It’s probably been months since you have decided to drop everything and board a flight to escape the hustle and bustle of life – that wanderlust must be eating you inside. If you’re an avid traveller that enjoys immersing yourself into the local culture, a must explore would be the delicacies served at the local market, particularly night markets. Quite often we may come across odd ones like fried creepy crawlies in Thailand and some are quite acceptable – like the cucur udang.
The cucur udang is a street snack commonly found in Singapore, Indonesia and of course, Malaysia. It serves as a great appetiser and a filler for tea time with a hot cup of teh tarik or coffee. It is best eaten hot and crispy with a side of chilli dip for that spicy twist with every bite.
- 250g small prawns
- 150g rice flour
- 50g all-purpose flour
- 200ml water
- 2 tsp baking powder
- ½ tsp chicken stock powder
- 3 tbsp oil
- 1 egg
- 1 bulb spring onions (sliced)
- 1 tsp salt
- 1 tsp sugar
- 1 tsp pepper
- 50ml water
- 1 clove garlic (sliced into cubes)
- 1½ tsp chilli powder
- 1 tsp tapioca starch
- 2 tsp vinegar
- ¼ tsp salt
- 30g sugar
- Pour water into a pot and add ½ tsp salt before blanching the prawn for 1½ minutes. Drain and set aside.
Making Garlic Chilli Dip
- Add water, vinegar, salt, sugar, garlic and chilli powder and mix.
- Add the mixture to a saucepan and bring to boil over medium heat.
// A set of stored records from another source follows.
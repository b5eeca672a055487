"""Lean code where it matters: the pivoted unblocked right-looking float kernel on Cortex-M4F at -Os, in each C
shaping, against a textbook LU written by hand with the same ABI (bench/reference/textbook_lu.c).

Bytes are what the factor alone (and factor + solve) pulls in when linked with --gc-sections; stack is the
deepest path of the call graph over -fstack-usage frames; instructions are counted on the emulated core by the
target table's counter (derive/check/report.py) for n = 4, 8, 16. Run: .venv/bin/python bench/firmware.py
"""
from __future__ import annotations

import argparse
import dataclasses
import re
import shutil
import subprocess
import sys
import tempfile
from pathlib import Path

ROOT = Path(__file__).resolve().parent.parent
sys.path.insert(0, str(ROOT))

from derive.options import C_HELPERS, make_options  # noqa: E402
from derive.printers.emit import emit_kernel  # noqa: E402

CC = "arm-none-eabi-gcc"
# the reference flags for the Cortex-M4F figures
FLAGS = ["-mcpu=cortex-m4", "-mthumb", "-mfpu=fpv4-sp-d16", "-mfloat-abi=hard", "-Os", "-std=c99",
         "-ffunction-sections", "-fdata-sections"]
TEXTBOOK = ROOT / "bench" / "reference" / "textbook_lu.c"


def kernels() -> list[tuple[str, str, str, object, str]]:
    """(label, symbol, C text, options or None, header) for each shaping and the textbook."""
    out = []
    for h in C_HELPERS:
        o = make_options(f"lean_{h}", "right-looking", 1, scalar="float", pivoting="partial", c_helpers=h,
                         target="cortex-m4f")
        files = dict(emit_kernel(o).files)
        out.append((f"generated, c_helpers = \"{h}\"", o.name, files[f"{o.name}.c"], o, files[f"{o.name}.h"]))
    tb = textbook_options()
    out.append(("textbook LU by hand (bench/reference)", "textbook_lu", TEXTBOOK.read_text(), None,
                dict(emit_kernel(tb).files)["textbook_lu.h"]))
    return out


def compile_object(work: Path, sym: str, c_text: str, header: str) -> Path:
    src = work / f"{sym}.c"
    src.write_text(c_text)
    if header:
        (work / f"{sym}.h").write_text(header)
    obj = work / f"{sym}.o"
    subprocess.run([CC, *FLAGS, "-fstack-usage", "-I", str(work), "-c", str(src), "-o", str(obj)], check=True,
                   cwd=work)
    return obj


def linked_text(work: Path, obj: Path, roots: list[str]) -> int:
    """Bytes of code and read-only data kept by --gc-sections when only `roots` are needed."""
    elf = work / f"{obj.stem}_{len(roots)}.elf"
    keep = [f"-Wl,--undefined={r}" for r in roots]
    subprocess.run([CC, *FLAGS, "-nostdlib", "-nostartfiles", "-Wl,--gc-sections", f"-Wl,-e,{roots[0]}", *keep,
                    str(obj), "-o", str(elf)], check=True, cwd=work)
    out = subprocess.run(["arm-none-eabi-size", "-A", str(elf)], capture_output=True, text=True, check=True).stdout
    return sum(int(m.group(2)) for m in re.finditer(r"^(\.text\S*|\.rodata\S*)\s+(\d+)", out, flags=re.M))


def worst_stack(work: Path, obj: Path, root: str) -> int:
    """Deepest path from `root` over the static call graph read from the disassembly, each function's frame
    from -fstack-usage (gcc's clones such as .constprop keep their base name's calls)."""
    frames = {}
    for ln in (work / f"{obj.stem}.su").read_text().splitlines():
        fn, size, _ = ln.split("\t")
        frames[fn.rsplit(":", 1)[-1]] = int(size)
    dis = subprocess.run(["arm-none-eabi-objdump", "-dr", str(obj)], capture_output=True, text=True).stdout
    calls: dict[str, set[str]] = {}
    cur = None
    for ln in dis.splitlines():
        m = re.match(r"^[0-9a-f]+ <([^>]+)>:", ln)
        if m:
            cur = m.group(1)
            calls[cur] = set()
        m = re.search(r"R_ARM_THM_(?:CALL|JUMP24)\s+(\S+)", ln)     # calls, read from the relocations
        if m and cur:
            calls[cur].add(m.group(1))

    def depth(fn: str, seen: frozenset) -> int:
        if fn in seen:
            raise RuntimeError(f"recursion through {fn}")
        return frames.get(fn, 0) + max((depth(c, seen | {fn}) for c in calls.get(fn, ())), default=0)
    return depth(root, frozenset())


def textbook_options():
    return make_options("textbook_lu", "right-looking", 1, scalar="float", pivoting="partial")


def target_report(o, c_text: str | None, orders):
    """The target table's report for one kernel on cortex-m4f (bytes, stack, instructions counted by its QEMU
    plugin); with `c_text`, that C replaces the generated source (the textbook kernel has the same ABI and is
    checked by the same on-target judge)."""
    try:
        from derive.check import ondevice, report
        from derive.targets.table import get
    except ImportError:
        return None
    real = report.emit_kernel
    if c_text is not None:
        def emit(opts):
            e = real(opts)
            if opts.name != o.name:
                return e
            return dataclasses.replace(e, files=tuple((n, c_text if n == f"{o.name}.c" else t) for n, t in e.files))
        report.emit_kernel = ondevice.emit_kernel = emit
    try:
        entry = report.report_kernel(o, get("cortex-m4f"), orders)
    finally:
        report.emit_kernel = ondevice.emit_kernel = real
    if entry.problems:
        raise RuntimeError(f"{o.name} failed on the target: {entry.problems}")
    return entry


def main() -> int:
    ap = argparse.ArgumentParser(description=__doc__.splitlines()[0])
    ap.add_argument("--orders", default="4,8,16", help="orders n for the instruction counts")
    args = ap.parse_args()
    orders = [int(x) for x in args.orders.split(",")]
    if shutil.which(CC) is None:
        print(f"{CC} not found: install gcc-arm-none-eabi", file=sys.stderr)
        return 1
    print(subprocess.run([CC, "--version"], capture_output=True, text=True).stdout.splitlines()[0])
    print("flags: " + " ".join(FLAGS) + "; linked with -Wl,--gc-sections\n")
    rows = []
    with tempfile.TemporaryDirectory() as tmp:
        work = Path(tmp)
        for label, sym, text, o, header in kernels():
            obj = compile_object(work, sym, text, header)
            mine = (linked_text(work, obj, [sym]), linked_text(work, obj, [sym, f"{sym}_solve"]),
                    worst_stack(work, obj, sym))
            entry = target_report(o or textbook_options(), None if o else text, orders)
            rows.append((label, mine, entry))
    print("| kernel | factor bytes | factor+solve bytes | worst stack (factor) | "
          + " | ".join(f"instructions, n = {n}" for n in orders) + " |")
    print("|" + "---|" * (4 + len(orders)))
    for label, (factor, both, stack), e in rows:
        if e is None:
            cells = ["(target counter not available)"] * len(orders)
        else:
            cells = [f"{e.instructions[n][0]:,}" for n in orders]
            factor, both, stack = e.factor.text, e.factor_solve.text, e.factor_stack.worst
        print(f"| {label} | {factor} | {both} | {stack} | " + " | ".join(cells) + " |")
    print("\nindependent build of the same C (arm-none-eabi-size on a --gc-sections link, call graph from the "
          "relocations over -fstack-usage frames):")
    for label, (factor, both, stack), _ in rows:
        print(f"  {label}: factor {factor} bytes, factor+solve {both} bytes, stack {stack} bytes")
    return 0


if __name__ == "__main__":
    sys.exit(main())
Keep stirring until the sugar dissolves.
- Turn down to low heat and allow to simmer for 1-2 minutes while still stirring.
- Mix in the tapioca starch, 1 tbsp water and chilli sauce and stir until thickens.
- Slice the spring onions and mix with the rice flour, all-purpose flour and the rest of the ingredients.
- For the flour mixture, mix the rice flour, all-purpose flour, baking powder, salt, sugar, pepper and chicken stock.
- Add the oil to flour mixture followed by the egg and water before whisking until smooth and no visible lumps to form the batter before adding the spring onions.
Frying the Cucur Udang
- For the cucur udang, heat oil together with a stainless steel ladle or spatula to 160°C
- Scoop some batter and place a few prawns into that batter before submerging into the hot oil. Half-done fritter should slide into the oil.
- Fry until golden brown on both sides and repeat for all prawns.
- Serve with garlic chilli dip.
Tips for making Cucur Udang
It is common to find cucur udang with some vegetables as well. Some carrots (julienned), onions (sliced), red chillies, chives, and bean sprouts give your cucur udang some variety aside from a mere crispy seafood snack.
There are also some variants to the cucur udang such as crispy exterior but soft inside. Here you can add more all-purpose flour and reduce the rice flour content in the batter.
You can also thicken your dipping sauce by adding more tapioca starch to the mixture. No tapioca starch at home? Fret not, corn starch, potato starch or sweet potato starch would be viable options as well.